**Work order**
Where does the string "void" occur in the records below? Copy every line that holds it.
Top of Excerpted data
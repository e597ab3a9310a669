using RewriteProxy.Embedding;
using RewriteProxy.Hosting;

namespace RewriteProxy.Tests.Embedding;

public sealed class EmbedderLoadTests : IDisposable
{
    readonly string _folder = Directory.CreateTempSubdirectory("embedder-load-").FullName;

    [Fact]
    public void Missing_model_file_is_one_clear_load_error_naming_the_path()
    {
        string model = Path.Combine(_folder, "absent.onnx");
        string vocabulary = WriteVocabulary();

        var error = Assert.Throws<EmbedderLoadException>(() => OnnxEmbedder.Load(new EmbeddingOptions { ModelPath = model, VocabPath = vocabulary }));

        Assert.Contains(model, error.Message);
        Assert.Contains("does not exist", error.Message);
        Assert.DoesNotContain('\n', error.Message);
    }

    [Fact]
    public void Model_path_without_vocabulary_path_is_a_load_error()
    {
        string model = Path.Combine(_folder, "model.onnx");
        File.WriteAllBytes(model, [1, 2, 3]);

        var error = Assert.Throws<EmbedderLoadException>(() => OnnxEmbedder.Load(new EmbeddingOptions { ModelPath = model }));

        Assert.Contains(model, error.Message);
        Assert.Contains("VocabPath", error.Message);
    }

    [Fact]
    public void File_that_is_not_onnx_is_one_clear_load_error()
    {
        string model = Path.Combine(_folder, "notes.onnx");
        File.WriteAllText(model, "This is a text file about the Riverton water utility, not a model.");

        var error = Assert.Throws<EmbedderLoadException>(() => OnnxEmbedder.Load(new EmbeddingOptions { ModelPath = model, VocabPath = WriteVocabulary() }));

        Assert.Contains(model, error.Message);
        Assert.Contains("not a loadable ONNX model", error.Message);
        Assert.DoesNotContain('\n', error.Message);
    }

    // Outside source: ONNX Runtime itself loads the hand-written model (an ONNX Identity graph, protobuf layout of
    // onnx.proto), so the model is valid ONNX; only its inputs do not fit a BERT-family model.
    [Fact]
    public void Onnx_model_without_bert_inputs_is_a_load_error_naming_what_is_missing()
    {
        string model = Path.Combine(_folder, "identity.onnx");
        File.WriteAllBytes(model, TinyOnnxModel.Identity("pixels", "scores"));

        var error = Assert.Throws<EmbedderLoadException>(() => OnnxEmbedder.Load(new EmbeddingOptions { ModelPath = model, VocabPath = WriteVocabulary() }));

        Assert.Contains(model, error.Message);
        Assert.Contains("input_ids", error.Message);
        Assert.DoesNotContain('\n', error.Message);
    }

    [Fact]
    public void Bert_inputs_with_an_output_of_the_wrong_rank_is_a_load_error()
    {
        string model = Path.Combine(_folder, "flat.onnx");
        File.WriteAllBytes(model, TinyOnnxModel.IdsToFloatMatrix());

        var error = Assert.Throws<EmbedderLoadException>(() => OnnxEmbedder.Load(new EmbeddingOptions { ModelPath = model, VocabPath = WriteVocabulary() }));

        Assert.Contains(model, error.Message);
        Assert.Contains("rank 2", error.Message);
    }

    string WriteVocabulary()
    {
        string path = Path.Combine(_folder, "vocab.txt");
        File.WriteAllLines(path, ["[PAD]", "[UNK]", "[CLS]", "[SEP]", "[MASK]", "water", "meter"]);
        return path;
    }

    public void Dispose() => Directory.Delete(_folder, recursive: true);
}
Bottom of Excerpted data
**Output of the exercise**
    public void Missing_model_file_is_one_clear_load_error_naming_the_path()
    public void Model_path_without_vocabulary_path_is_a_load_error()
    public void File_that_is_not_onnx_is_one_clear_load_error()
    public void Onnx_model_without_bert_inputs_is_a_load_error_naming_what_is_missing()
    public void Bert_inputs_with_an_output_of_the_wrong_rank_is_a_load_error()
    public void Dispose() => Directory.Delete(_folder, recursive: true);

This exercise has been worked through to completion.